*** Begin section ***

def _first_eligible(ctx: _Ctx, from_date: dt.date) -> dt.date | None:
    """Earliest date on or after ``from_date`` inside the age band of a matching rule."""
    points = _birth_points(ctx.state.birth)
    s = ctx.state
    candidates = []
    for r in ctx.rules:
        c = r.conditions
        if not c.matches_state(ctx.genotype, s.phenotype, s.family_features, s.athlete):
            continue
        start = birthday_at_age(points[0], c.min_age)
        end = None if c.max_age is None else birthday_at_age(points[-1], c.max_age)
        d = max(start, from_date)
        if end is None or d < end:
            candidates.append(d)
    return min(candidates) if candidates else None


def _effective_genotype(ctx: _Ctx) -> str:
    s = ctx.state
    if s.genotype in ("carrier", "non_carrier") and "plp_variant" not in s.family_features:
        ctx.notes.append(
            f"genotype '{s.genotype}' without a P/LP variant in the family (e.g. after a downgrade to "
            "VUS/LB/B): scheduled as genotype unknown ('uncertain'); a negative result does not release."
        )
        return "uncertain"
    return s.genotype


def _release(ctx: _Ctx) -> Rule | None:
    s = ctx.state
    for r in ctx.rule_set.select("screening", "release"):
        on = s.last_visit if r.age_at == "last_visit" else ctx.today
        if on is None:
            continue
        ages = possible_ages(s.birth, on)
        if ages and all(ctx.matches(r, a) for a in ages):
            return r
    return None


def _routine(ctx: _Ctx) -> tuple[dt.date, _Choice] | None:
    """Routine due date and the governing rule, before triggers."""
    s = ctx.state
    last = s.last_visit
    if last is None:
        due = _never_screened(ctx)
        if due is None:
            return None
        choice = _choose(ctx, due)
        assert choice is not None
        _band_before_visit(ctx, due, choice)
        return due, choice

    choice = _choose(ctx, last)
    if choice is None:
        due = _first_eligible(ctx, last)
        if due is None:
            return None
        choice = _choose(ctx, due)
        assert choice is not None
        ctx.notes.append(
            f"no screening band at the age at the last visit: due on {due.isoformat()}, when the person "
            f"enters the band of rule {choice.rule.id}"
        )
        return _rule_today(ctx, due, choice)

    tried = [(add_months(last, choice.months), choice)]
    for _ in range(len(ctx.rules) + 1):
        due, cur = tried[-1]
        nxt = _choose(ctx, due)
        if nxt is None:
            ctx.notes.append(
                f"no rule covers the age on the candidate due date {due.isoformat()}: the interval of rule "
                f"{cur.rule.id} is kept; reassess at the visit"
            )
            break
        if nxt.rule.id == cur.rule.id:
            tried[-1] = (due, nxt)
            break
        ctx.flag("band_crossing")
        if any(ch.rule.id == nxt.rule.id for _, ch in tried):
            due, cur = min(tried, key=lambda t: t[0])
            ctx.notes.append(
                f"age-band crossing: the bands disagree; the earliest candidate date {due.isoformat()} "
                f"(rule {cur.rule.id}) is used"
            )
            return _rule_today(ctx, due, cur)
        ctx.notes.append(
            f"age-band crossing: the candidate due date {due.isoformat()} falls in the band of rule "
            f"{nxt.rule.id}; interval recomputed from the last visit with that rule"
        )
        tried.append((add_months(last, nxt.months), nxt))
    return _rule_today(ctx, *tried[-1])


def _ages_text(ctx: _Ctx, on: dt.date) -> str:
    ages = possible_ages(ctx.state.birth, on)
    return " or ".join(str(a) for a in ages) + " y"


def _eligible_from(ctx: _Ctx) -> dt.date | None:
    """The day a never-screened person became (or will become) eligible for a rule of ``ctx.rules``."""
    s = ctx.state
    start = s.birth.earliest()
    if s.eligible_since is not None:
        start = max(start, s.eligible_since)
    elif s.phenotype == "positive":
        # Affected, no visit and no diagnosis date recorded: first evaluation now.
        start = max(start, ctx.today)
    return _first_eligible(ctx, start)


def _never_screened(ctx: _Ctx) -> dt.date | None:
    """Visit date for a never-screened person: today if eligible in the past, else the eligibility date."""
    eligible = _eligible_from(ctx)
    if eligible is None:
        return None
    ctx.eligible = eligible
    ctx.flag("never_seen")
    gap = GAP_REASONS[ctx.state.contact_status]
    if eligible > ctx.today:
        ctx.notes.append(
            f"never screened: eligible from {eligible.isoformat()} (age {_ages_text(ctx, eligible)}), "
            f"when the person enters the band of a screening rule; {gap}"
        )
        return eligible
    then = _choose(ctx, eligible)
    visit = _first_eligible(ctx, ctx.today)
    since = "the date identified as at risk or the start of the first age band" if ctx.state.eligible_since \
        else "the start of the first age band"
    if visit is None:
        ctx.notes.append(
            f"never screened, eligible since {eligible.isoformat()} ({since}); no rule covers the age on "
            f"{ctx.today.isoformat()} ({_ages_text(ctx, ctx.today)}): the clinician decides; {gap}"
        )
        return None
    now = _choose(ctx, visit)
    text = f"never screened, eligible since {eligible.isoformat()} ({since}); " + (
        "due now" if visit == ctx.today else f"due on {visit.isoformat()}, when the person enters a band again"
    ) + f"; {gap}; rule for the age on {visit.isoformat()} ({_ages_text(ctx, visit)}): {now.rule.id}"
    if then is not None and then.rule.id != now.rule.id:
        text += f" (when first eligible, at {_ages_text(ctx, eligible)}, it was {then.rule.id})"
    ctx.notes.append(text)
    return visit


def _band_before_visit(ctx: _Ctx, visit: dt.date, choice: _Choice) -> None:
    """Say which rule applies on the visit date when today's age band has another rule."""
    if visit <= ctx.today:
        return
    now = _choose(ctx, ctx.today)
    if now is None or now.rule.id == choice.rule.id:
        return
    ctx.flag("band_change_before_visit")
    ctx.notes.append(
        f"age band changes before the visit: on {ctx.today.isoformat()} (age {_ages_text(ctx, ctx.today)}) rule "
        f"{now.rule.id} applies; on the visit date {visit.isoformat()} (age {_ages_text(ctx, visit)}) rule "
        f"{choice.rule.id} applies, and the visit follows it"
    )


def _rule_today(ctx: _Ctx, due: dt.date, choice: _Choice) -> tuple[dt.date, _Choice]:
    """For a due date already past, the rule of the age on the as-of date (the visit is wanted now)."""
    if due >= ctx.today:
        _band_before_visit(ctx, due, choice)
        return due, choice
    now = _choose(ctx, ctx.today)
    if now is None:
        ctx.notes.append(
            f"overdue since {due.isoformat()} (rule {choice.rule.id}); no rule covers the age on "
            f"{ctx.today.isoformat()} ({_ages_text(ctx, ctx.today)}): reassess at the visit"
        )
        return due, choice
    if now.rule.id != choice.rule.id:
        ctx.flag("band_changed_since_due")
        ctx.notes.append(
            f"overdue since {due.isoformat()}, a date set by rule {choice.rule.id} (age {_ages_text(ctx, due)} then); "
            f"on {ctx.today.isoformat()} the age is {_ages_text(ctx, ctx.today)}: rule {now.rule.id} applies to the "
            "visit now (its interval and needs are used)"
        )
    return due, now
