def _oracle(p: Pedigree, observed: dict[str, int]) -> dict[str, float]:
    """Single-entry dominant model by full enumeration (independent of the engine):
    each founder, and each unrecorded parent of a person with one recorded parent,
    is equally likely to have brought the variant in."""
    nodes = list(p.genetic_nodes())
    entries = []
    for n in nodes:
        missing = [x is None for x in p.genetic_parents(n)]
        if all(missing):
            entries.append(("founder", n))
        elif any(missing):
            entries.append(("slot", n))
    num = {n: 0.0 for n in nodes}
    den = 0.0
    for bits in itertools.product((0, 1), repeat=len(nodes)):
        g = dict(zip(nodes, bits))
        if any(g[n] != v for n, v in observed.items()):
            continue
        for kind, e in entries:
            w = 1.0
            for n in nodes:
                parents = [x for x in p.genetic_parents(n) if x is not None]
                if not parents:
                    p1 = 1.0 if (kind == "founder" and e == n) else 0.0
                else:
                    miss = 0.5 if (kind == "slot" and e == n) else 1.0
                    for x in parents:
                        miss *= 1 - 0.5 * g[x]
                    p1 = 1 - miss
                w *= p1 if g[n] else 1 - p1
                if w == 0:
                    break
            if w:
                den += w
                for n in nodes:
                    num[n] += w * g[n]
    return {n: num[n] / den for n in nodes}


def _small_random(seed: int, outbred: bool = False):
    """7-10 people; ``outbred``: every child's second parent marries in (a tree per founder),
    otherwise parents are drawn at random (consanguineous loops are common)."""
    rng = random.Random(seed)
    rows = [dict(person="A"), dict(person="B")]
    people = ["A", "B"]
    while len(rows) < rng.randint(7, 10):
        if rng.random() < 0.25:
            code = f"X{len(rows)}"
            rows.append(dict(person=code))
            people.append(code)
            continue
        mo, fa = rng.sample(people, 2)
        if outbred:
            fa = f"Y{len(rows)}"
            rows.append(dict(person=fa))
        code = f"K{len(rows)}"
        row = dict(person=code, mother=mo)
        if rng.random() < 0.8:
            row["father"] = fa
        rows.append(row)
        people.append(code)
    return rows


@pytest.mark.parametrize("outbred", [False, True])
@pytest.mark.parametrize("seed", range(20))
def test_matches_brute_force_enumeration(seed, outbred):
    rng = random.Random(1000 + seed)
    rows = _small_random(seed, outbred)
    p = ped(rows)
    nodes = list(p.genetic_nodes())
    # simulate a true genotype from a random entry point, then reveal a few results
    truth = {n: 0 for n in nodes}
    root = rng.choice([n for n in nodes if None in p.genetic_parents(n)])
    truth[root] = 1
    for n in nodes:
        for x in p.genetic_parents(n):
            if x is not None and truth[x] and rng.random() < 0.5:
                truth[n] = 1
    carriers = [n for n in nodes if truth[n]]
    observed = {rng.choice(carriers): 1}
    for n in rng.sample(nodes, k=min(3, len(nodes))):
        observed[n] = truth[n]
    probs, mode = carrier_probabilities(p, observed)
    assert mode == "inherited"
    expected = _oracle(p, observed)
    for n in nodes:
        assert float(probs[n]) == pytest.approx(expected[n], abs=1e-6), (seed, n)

*** End section ***
*** Begin section ***

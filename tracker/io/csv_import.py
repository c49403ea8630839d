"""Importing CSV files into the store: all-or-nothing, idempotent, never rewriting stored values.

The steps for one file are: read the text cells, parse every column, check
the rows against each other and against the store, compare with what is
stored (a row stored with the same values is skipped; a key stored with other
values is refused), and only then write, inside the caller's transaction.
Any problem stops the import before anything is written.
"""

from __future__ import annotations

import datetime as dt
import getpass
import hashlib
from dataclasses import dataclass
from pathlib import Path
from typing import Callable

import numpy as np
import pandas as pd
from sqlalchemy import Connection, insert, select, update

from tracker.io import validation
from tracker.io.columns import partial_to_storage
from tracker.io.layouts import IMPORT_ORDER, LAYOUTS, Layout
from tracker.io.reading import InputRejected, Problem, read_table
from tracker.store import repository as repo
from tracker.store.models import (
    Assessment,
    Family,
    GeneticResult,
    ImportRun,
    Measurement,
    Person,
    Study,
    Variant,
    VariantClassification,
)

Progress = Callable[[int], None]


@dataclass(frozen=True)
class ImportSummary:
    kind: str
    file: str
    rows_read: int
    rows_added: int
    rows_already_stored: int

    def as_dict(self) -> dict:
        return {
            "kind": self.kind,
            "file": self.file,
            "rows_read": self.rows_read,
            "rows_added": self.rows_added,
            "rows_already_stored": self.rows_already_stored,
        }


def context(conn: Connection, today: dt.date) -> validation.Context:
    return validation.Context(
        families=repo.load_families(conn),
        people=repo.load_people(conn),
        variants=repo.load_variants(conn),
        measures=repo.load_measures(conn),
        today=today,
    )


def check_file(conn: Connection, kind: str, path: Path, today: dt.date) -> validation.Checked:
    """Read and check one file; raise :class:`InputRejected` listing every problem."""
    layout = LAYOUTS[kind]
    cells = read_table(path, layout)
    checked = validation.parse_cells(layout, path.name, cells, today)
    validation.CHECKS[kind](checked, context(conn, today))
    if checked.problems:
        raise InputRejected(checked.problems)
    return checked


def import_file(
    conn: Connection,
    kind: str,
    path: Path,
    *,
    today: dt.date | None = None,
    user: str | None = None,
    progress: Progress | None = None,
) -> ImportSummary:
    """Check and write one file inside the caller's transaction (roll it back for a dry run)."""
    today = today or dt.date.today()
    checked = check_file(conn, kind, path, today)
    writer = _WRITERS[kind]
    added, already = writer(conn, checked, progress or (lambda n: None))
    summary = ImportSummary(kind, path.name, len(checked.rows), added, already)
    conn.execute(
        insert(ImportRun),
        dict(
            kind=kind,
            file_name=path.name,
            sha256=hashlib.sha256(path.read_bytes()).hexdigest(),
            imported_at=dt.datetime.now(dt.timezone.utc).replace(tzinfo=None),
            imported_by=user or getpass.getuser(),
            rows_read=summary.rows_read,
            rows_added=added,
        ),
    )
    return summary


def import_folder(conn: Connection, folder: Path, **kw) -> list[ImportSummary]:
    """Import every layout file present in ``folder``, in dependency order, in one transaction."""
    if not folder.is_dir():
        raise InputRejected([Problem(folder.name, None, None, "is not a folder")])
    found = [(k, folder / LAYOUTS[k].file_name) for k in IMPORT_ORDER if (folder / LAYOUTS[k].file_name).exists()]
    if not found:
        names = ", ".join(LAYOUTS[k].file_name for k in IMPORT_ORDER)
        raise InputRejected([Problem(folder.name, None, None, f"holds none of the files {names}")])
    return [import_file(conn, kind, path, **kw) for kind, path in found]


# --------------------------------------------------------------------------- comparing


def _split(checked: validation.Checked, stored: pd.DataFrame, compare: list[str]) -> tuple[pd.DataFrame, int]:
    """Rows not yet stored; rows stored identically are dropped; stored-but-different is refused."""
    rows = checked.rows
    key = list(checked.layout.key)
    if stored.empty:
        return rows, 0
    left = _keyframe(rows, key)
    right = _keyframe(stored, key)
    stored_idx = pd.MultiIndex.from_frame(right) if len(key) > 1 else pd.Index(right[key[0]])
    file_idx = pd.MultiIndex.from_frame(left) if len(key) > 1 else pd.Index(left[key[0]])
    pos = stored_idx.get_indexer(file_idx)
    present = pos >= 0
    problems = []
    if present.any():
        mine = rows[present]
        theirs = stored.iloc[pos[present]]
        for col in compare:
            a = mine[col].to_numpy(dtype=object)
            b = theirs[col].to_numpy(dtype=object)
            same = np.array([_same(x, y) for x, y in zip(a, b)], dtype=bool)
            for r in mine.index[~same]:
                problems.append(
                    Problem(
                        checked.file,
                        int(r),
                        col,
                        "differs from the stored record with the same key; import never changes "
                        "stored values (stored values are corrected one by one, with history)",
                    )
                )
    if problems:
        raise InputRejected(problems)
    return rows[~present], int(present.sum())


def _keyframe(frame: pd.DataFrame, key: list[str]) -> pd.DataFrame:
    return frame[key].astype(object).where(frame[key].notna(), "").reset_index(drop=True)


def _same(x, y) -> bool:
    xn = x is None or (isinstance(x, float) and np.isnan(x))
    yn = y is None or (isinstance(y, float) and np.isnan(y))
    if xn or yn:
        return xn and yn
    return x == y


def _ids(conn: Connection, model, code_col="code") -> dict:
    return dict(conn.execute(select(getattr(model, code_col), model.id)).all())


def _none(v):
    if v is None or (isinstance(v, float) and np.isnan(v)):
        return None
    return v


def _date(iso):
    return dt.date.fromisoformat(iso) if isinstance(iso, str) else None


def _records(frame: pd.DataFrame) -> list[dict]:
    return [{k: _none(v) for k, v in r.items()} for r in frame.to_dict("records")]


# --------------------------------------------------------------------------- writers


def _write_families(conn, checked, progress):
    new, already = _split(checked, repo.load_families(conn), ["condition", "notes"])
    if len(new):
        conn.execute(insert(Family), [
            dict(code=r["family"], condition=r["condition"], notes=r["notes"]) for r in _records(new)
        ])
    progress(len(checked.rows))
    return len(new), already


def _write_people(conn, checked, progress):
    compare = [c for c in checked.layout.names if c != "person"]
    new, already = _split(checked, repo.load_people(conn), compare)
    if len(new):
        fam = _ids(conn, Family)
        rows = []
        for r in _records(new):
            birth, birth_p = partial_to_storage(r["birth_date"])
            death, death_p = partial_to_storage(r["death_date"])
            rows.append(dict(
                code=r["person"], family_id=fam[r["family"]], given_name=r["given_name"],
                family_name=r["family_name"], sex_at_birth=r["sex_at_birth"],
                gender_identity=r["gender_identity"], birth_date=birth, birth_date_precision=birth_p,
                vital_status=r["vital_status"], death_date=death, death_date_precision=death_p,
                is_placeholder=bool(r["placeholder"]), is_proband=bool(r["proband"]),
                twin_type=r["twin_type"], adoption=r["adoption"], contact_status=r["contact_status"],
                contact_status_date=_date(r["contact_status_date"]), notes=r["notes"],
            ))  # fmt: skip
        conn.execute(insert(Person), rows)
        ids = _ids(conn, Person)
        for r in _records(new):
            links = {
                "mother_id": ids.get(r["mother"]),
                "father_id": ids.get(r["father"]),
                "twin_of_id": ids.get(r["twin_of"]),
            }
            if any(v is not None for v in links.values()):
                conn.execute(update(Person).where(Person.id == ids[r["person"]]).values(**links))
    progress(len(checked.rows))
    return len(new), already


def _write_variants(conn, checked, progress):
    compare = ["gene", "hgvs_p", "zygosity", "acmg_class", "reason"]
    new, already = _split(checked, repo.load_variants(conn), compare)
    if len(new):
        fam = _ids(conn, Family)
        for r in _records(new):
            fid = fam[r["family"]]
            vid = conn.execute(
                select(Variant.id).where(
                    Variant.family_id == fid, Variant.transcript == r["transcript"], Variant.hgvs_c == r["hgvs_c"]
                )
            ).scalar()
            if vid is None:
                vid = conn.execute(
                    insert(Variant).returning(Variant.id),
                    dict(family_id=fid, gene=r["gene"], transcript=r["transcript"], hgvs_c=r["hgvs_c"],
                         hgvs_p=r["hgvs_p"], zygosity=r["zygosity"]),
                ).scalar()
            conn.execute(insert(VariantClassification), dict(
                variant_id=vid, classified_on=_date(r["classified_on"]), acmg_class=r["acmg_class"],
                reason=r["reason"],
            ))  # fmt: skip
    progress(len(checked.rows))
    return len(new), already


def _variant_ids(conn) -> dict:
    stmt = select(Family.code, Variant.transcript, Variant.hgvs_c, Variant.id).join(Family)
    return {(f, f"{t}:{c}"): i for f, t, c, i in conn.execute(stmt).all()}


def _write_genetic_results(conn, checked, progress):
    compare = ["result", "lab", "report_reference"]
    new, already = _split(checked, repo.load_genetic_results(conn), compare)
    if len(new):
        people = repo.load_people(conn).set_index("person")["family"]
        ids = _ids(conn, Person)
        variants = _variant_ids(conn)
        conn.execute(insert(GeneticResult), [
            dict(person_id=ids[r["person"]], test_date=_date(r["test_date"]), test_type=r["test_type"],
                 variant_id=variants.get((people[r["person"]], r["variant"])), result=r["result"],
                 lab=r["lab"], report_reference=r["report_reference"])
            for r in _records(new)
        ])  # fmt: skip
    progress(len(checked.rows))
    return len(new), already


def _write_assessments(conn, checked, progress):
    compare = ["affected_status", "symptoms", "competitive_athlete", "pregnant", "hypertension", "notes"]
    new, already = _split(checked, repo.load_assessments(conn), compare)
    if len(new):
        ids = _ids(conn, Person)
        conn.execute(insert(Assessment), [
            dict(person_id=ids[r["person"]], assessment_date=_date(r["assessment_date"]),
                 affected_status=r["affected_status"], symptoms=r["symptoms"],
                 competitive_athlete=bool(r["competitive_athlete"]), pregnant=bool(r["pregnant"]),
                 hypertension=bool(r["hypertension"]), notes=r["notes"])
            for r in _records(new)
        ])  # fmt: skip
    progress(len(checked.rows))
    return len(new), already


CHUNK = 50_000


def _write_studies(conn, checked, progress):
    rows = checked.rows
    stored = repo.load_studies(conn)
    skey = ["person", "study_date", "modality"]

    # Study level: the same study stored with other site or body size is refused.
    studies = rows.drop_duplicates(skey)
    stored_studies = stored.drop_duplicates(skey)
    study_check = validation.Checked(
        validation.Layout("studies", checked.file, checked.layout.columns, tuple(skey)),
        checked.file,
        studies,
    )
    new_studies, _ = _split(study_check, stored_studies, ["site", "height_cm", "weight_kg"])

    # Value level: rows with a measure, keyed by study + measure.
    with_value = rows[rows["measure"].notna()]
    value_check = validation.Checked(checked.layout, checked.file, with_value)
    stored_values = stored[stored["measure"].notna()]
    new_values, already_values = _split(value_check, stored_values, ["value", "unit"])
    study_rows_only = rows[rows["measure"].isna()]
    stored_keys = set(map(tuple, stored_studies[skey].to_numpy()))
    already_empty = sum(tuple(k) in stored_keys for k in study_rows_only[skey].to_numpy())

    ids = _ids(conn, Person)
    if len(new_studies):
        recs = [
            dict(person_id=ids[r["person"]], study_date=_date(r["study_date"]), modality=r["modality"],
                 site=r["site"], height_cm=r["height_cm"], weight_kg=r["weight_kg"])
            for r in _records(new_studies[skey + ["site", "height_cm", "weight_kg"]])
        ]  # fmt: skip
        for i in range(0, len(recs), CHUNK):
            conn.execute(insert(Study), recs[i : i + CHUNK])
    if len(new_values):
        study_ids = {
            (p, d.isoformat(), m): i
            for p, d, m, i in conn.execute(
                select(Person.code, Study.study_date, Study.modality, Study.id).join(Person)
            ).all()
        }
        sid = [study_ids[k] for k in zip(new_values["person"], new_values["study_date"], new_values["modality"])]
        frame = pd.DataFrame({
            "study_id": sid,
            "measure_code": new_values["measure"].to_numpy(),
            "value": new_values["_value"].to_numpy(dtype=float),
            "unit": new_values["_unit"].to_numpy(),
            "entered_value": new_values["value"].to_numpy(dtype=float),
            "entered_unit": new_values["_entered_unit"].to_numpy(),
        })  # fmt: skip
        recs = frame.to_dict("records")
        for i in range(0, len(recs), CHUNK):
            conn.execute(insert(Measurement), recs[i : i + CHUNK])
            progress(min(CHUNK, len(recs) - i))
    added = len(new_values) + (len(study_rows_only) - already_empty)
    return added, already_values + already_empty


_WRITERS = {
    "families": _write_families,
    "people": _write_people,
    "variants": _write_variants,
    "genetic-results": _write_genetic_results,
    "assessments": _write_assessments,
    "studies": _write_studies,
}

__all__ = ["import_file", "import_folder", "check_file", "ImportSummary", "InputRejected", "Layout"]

*** End section ***

§ Exercise: Gather each line from the entries above that includes the word "pytest".

§ Written response:
@pytest.mark.parametrize("outbred", [False, True])
@pytest.mark.parametrize("seed", range(20))
        assert float(probs[n]) == pytest.approx(expected[n], abs=1e-6), (seed, n)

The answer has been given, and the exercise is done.